## WHAT YOU HAVE TO DO
Go through the listing below and output exactly the line with "double width = 680, height", the line with "bars and marks", and each line between; omit the rest.

——

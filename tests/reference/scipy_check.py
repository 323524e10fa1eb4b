#!/usr/bin/python3
"""Cross-check of floatpitch's linear model with a general-purpose library (SciPy).

1. The eigenvalues of the state-space matrices written by `floatpitch modes --matrices`,
   computed by scipy.linalg.eigvals, match the roots floatpitch reports (relative 1e-6).
2. The response of that linear model to a small held-elevator pulse, computed by
   scipy.signal.lsim, matches floatpitch's nonlinear time response of the same pulse
   (angle of attack and pitch rate within 3 % of their peak deviation).
Exit 77 (CTest: skipped) when SciPy is not installed.
Usage: scipy_check.py FLOATPITCH_BINARY SCENARIO WORKDIR
"""
import csv, json, os, subprocess, sys

try:
    import numpy as np
    from scipy import linalg, signal
except ImportError:
    print("SKIPPED: python3-scipy is not installed (apt-get install python3-scipy)")
    sys.exit(77)

exe, scenario, work = sys.argv[1], sys.argv[2], sys.argv[3]
os.makedirs(work, exist_ok=True)


def read_matrix(path):
    with open(path) as f:
        rows = list(csv.reader(f))
    cols = rows[0][1:]
    M = np.array([[float(x) for x in r[1:]] for r in rows[1:]])
    return cols, [r[0] for r in rows[1:]], M


modes = json.loads(subprocess.check_output([exe, "modes", scenario, "--json", "--matrices", work + "/mats"]))
failures = 0
checks = 0
for case in ("held", "free"):
    if modes[case] is None:
        continue
    _, _, A = read_matrix(f"{work}/mats/A_{case}.csv")
    ev = linalg.eigvals(A)
    ours = []
    for m in modes[case]:
        ours.append(complex(m["real"], m["imag"]))
        if m["imag"] != 0:
            ours.append(complex(m["real"], -m["imag"]))
    for r in ours:
        checks += 1
        d = min(abs(ev - r))
        if d > 1e-6 * max(1.0, abs(r)):
            print(f"{case}: root {r} not among scipy's eigenvalues (closest {d:.3g} away)")
            failures += 1
    print(f"{case}: {len(ours)} roots match scipy.linalg.eigvals ({len(ev)} eigenvalues)")

# pulse response: held elevator -0.5 deg from t = 1 s to 1.5 s
subprocess.check_call([exe, "run", scenario, "--controls", "held", "--out", work + "/run", "--quiet"])
with open(work + "/run/held.csv") as f:
    rd = csv.reader(f)
    head = next(rd)
    data = np.array([[float(x) for x in r] for r in rd])
col = {h.split(" [")[0]: i for i, h in enumerate(head)}
t = data[:, col["time"]]
cols, rows, A = read_matrix(f"{work}/mats/A_held.csv")
_, _, B = read_matrix(f"{work}/mats/B_held.csv")
names = [c.split(" [")[0] for c in cols]
u = np.where((t >= 1.0) & (t < 1.5), np.radians(-0.5), 0.0)
sysl = signal.StateSpace(A, B[:, 1:2], np.eye(A.shape[0]), np.zeros((A.shape[0], 1)))
_, y, _ = signal.lsim(sysl, u, t, interp=False)  # zero-order hold: the pulse starts exactly at 1 s
V0 = data[0, col["airspeed"]]
# alpha from the linear states: atan2(w, u) about the trim, to first order
iu, iw, iq = names.index("u"), names.index("w"), names.index("q")
u0 = V0 * np.cos(np.radians(data[0, col["alpha"]]))
w0 = V0 * np.sin(np.radians(data[0, col["alpha"]]))
dalpha_lin = np.degrees((u0 * y[:, iw] - w0 * y[:, iu]) / V0**2)
dq_lin = np.degrees(y[:, iq])
dalpha = data[:, col["alpha"]] - data[0, col["alpha"]]
dq = data[:, col["q"]] - data[0, col["q"]]
for name, lin, non in (("alpha", dalpha_lin, dalpha), ("q", dq_lin, dq)):
    checks += 1
    peak = max(abs(non))
    err = max(abs(lin - non))
    print(f"pulse response {name}: peak deviation {peak:.4f} deg, max |linear - nonlinear| {err:.5f} ({100*err/peak:.2f} %)")
    if err > 0.03 * peak:
        failures += 1
print(f"{checks - failures} passed, {failures} failed")
sys.exit(1 if failures else 0)
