PointResult evaluate_point(const Scenario& base, const std::vector<std::string>& keys,
                           const std::vector<double>& values, double run_seconds, long index) {
  PointResult r;
  r.index = index;
  r.inputs = values;
  try {
    Scenario s = base;
    for (std::size_t i = 0; i < keys.size(); ++i) set_value(s, keys[i], values[i], "--vary");
    validate(s);
    const auto plant = scenario_plant(s);
    const Trim t = scenario_trim(*plant, s);
    r.cg = s.airplane.mass.h_cg;
    r.trim_alpha_deg = units::to_deg(t.alpha);
    r.trim_elevator_deg = units::to_deg(t.de);
    r.trim_tab_deg = units::to_deg(t.tab);
    const ClosedForm cf = closed_form(s.airplane, s.condition);
    r.np_fixed_cf = cf.np_fixed;
    r.np_free_cf = cf.np_free;
    r.np_apparent_cf = cf.np_apparent;
    const bool rev = s.airplane.circuit.reversible;
    const Trim tf = rev ? trim_free(*plant, s.condition) : t;
    const ModelNeutralPoints mn = model_neutral_points(*plant, tf);
    r.np_fixed = mn.fixed;
    r.np_free = rev ? mn.free : nan_;
    r.force_gradient = rev ? stick_force_gradient(*plant, s.condition, tf.tab) : nan_;
    Controls c = t.controls;
    c.stick = Stick::held;
    const auto mh = modes(linearise(*plant, t.x, c));
    r.max_real_held = max_real(mh);
    const Mode* sp = find_mode(mh, "short period");
    r.sp_damping_held = sp ? sp->damping : nan_;
    r.sp_frequency_held = sp ? sp->frequency : nan_;
    r.max_real_free = r.sp_damping_free = r.sp_frequency_free = nan_;
    if (rev) {
      c.stick = Stick::free;
      c.pilot_force = 0;
      const auto mf = modes(linearise(*plant, t.x, c));
      r.max_real_free = max_real(mf);
      const Mode* spf = find_mode(mf, "short period");
      r.sp_damping_free = spf ? spf->damping : nan_;
      r.sp_frequency_free = spf ? spf->frequency : nan_;
    }
    if (run_seconds > 0) {
      Scenario sr = s;
      sr.run.duration = run_seconds;
      r.ran = true;
      const RunOutcome o = run_scenario(sr, rev ? ControlsChoice::both : ControlsChoice::held);
      auto fill = [&](const CaseResult* cr, bool& div, double& dt, double& dn, double& da) {
        if (!cr) { div = false; dt = dn = da = nan_; return; }
        div = cr->departure.departed;
        dt = div ? cr->departure.time : nan_;
        dn = da = 0.0;
        for (std::size_t i = 0; i < cr->trace.size(); ++i) {
          dn = std::max(dn, std::abs(cr->trace.ch[ch_load_factor][i] - 1.0));
          da = std::max(da, units::to_deg(std::abs(cr->trace.ch[ch_alpha][i] - t.alpha)));
        }
      };
      fill(o.held.get(), r.diverged_held, r.divergence_time_held, r.peak_dn_held, r.peak_dalpha_held_deg);
      fill(o.free.get(), r.diverged_free, r.divergence_time_free, r.peak_dn_free, r.peak_dalpha_free_deg);
      // the slow motion's rate read from these same runs (scenario's own disturbance)
      const double t0 = disturbance_end(s) + 2.0;
      r.growth_held = o.held ? growth_from_trace(o.held->trace, o.trim, t0) : nan_;
      r.growth_free = o.free ? growth_from_trace(o.free->trace, o.trim, t0) : nan_;
    }
    r.ok = true;
  } catch (const ScenarioError& e) {
    r.reason = e.what();
  } catch (const TrimError& e) {
    r.reason = e.message;
  } catch (const NumericalFailure& e) {
    r.reason = "numerical failure at t = " + fixed(e.time, 3) + " s: " + e.message;
  }
  return r;
}
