// svg.hpp — small plots as inline SVG for the report: axes with "nice" ticks, units in the
// axis labels, legends, reference lines, shaded spans and bands, line and marker series, and a
// row chart (intervals on one axis, e.g. margins as bars on the MAC).
//
// The output is plain SVG 1.1 text with no script, no external reference and no font file: the
// report embeds it as it is. Series styles are chosen so that they stay distinct when printed
// in grey: the first is dark and solid, the second light and dashed, the third mid-grey and
// dotted; markers differ in shape and fill as well. The window draws its own plots (ui/); only
// the data are shared.
//
// Everything is deterministic: same plot, same text (numbers are printed with fixed decimals).
#pragma once

#include <limits>
#include <string>
#include <utility>
#include <vector>

namespace fp::svg {

inline constexpr double kNaN = std::numeric_limits<double>::quiet_NaN();

enum class Style {
  first,      // dark, solid (e.g. stick held)
  second,     // light, dashed (e.g. stick free)
  third,      // mid-grey, dotted (e.g. a closed-form line)
  reference,  // thin grey dash-dot (criteria, boundaries)
  faint,      // thin, very light solid (many samples drawn under the others)
};

enum class Marker { none, dot, ring, square, cross, diamond };

// A series: NaN in x or y breaks the line (a gap).
struct Series {
  std::string label;                 // legend text ("" = not in the legend)
  std::vector<double> x, y;
  Style style = Style::first;
  bool line = true;                  // draw the polyline
  Marker marker = Marker::none;      // and/or a marker at each point
};

// A shaded band between two curves on the same x (e.g. the min/max of sampled responses).
struct Band {
  std::string label;
  std::vector<double> x, lo, hi;
};

// A straight reference line across the plot area, labelled at its end.
struct RefLine {
  bool vertical = false;
  double at = 0;
  std::string label;
  Style style = Style::reference;
};

// A shaded span of x (of_y: a span of y), labelled at its top. Spans do not widen the
// automatic axis ranges: they are clipped to them.
struct Span {
  double from = 0, to = 0;
  std::string label;
  bool of_y = false;
  bool dark = false;                 // a slightly darker fill (e.g. an "unstable" region)
};

// A short text at a data point, with a small tick mark.
struct Note {
  double x = 0, y = 0;
  std::string text;
  bool left = false;                 // text to the left of the point
  bool dot = true;                   // mark the point itself
};

struct Axis {
  std::string label;                 // "angle of attack"
  std::string unit;                  // "deg" ("" for none; "-" prints as dimensionless)
  double min = kNaN, max = kNaN;     // NaN: from the data (rounded out to ticks); the automatic y
                                     // range uses only the points inside the x range
  bool include_zero = false;         // widen the automatic range to include 0
  double pct = 1.0;                  // tick labels are value * pct (e.g. 100 for % MAC)
};

struct Plot {
  std::string id;                    // unique within the page (clip-path ids are made from it)
  double width = 680, height = 280;  // [px] of the whole figure
  std::string title;
  Axis x, y;
  std::vector<Series> series;
  std::vector<Band> bands;
  std::vector<RefLine> refs;
  std::vector<Span> spans;
  std::vector<Note> notes;
  std::string description;           // for the <title> element (screen readers)
};

std::string render(const Plot& p);

// A chart of rows on one axis (the x axis): each row carries intervals drawn as bars and marks
// drawn as ticks with a label, e.g. one row a CG with its bars to the neutral points.
struct RowBar {
  double from = 0, to = 0;
  Style style = Style::first;
  std::string label;                 // printed beside the bar ("" = none)
};
struct RowMark {
  double at = 0;
  std::string label;
};
struct Row {
  std::string label;
  std::vector<RowBar> bars;
  std::vector<RowMark> marks;
};
struct RowChart {
  std::string id;
  double width = 680;
  std::string title;
  Axis x;
  std::vector<Row> rows;
  std::vector<RefLine> refs;         // vertical lines through all rows
  std::vector<Span> spans;           // spans of x through all rows
  std::vector<std::pair<Style, std::string>> legend;
  std::string description;
};

std::string render(const RowChart& c);

// Ticks at 1, 2 or 5 times a power of ten, about `target` of them, covering [lo, hi].
struct Ticks {
  std::vector<double> values;
  double step = 1;
  int decimals = 0;                  // decimals that print the step exactly
};
Ticks nice_ticks(double lo, double hi, int target = 6);

// A number with `decimals` decimals and a typographic minus sign (U+2212); "-0" prints as "0".
std::string number(double v, int decimals);

// The SVG is meant to sit inline in an HTML page (the HTML parser gives it the SVG namespace),
// so it carries no xmlns attribute and no reference to anything outside itself.

// Escape &, <, >, " for XML text and attributes.
std::string escape(const std::string& s);

}  // namespace fp::svg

——

## RESPONSE TO THE TASK
  double width = 680, height = 280;  // [px] of the whole figure
  std::string title;
  Axis x, y;
  std::vector<Series> series;
  std::vector<Band> bands;
  std::vector<RefLine> refs;
  std::vector<Span> spans;
  std::vector<Note> notes;
  std::string description;           // for the <title> element (screen readers)
};

std::string render(const Plot& p);

// A chart of rows on one axis (the x axis): each row carries intervals drawn as bars and marks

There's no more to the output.